**PROBLEM TO SOLVE:** The expected answer is all of the entries, written out exactly.

**INPUT:**

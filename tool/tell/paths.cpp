#include "tell/paths.h"

namespace dextral::tell {

std::string relative(const std::string& path, const std::string& root) {
  if (root == "/" && path.size() > 1 && path[0] == '/') return path.substr(1);
  if (!root.empty() && path.rfind(root + "/", 0) == 0) return path.substr(root.size() + 1);
  return path;
}

std::string percent_encoded(const std::string& path) {
  static const std::string kept = "ABCDEFGHIJKLMNOPQRSTUVWXYZabcdefghijklmnopqrstuvwxyz0123456789-._~/";
  std::string uri;
  for (char c : path) {
    const unsigned char byte = static_cast<unsigned char>(c);
    if (kept.find(c) != std::string::npos)
      uri += c;
    else
      uri += {'%', "0123456789ABCDEF"[byte >> 4], "0123456789ABCDEF"[byte & 15]};
  }
  return uri;
}

std::string file_uri(const std::string& path) { return "file://" + percent_encoded(path); }

}  // namespace dextral::tell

**SOLUTION FOR THIS EXERCISE:**
filename tool/tell/paths.cpp
#include "tell/paths.h"

namespace dextral::tell {

std::string relative(const std::string& path, const std::string& root) {
  if (root == "/" && path.size() > 1 && path[0] == '/') return path.substr(1);
  if (!root.empty() && path.rfind(root + "/", 0) == 0) return path.substr(root.size() + 1);
  return path;
}

std::string percent_encoded(const std::string& path) {
  static const std::string kept = "ABCDEFGHIJKLMNOPQRSTUVWXYZabcdefghijklmnopqrstuvwxyz0123456789-._~/";
  std::string uri;
  for (char c : path) {
    const unsigned char byte = static_cast<unsigned char>(c);
    if (kept.find(c) != std::string::npos)
      uri += c;
    else
      uri += {'%', "0123456789ABCDEF"[byte >> 4], "0123456789ABCDEF"[byte & 15]};
  }
  return uri;
}

std::string file_uri(const std::string& path) { return "file://" + percent_encoded(path); }

}  // namespace dextral::tell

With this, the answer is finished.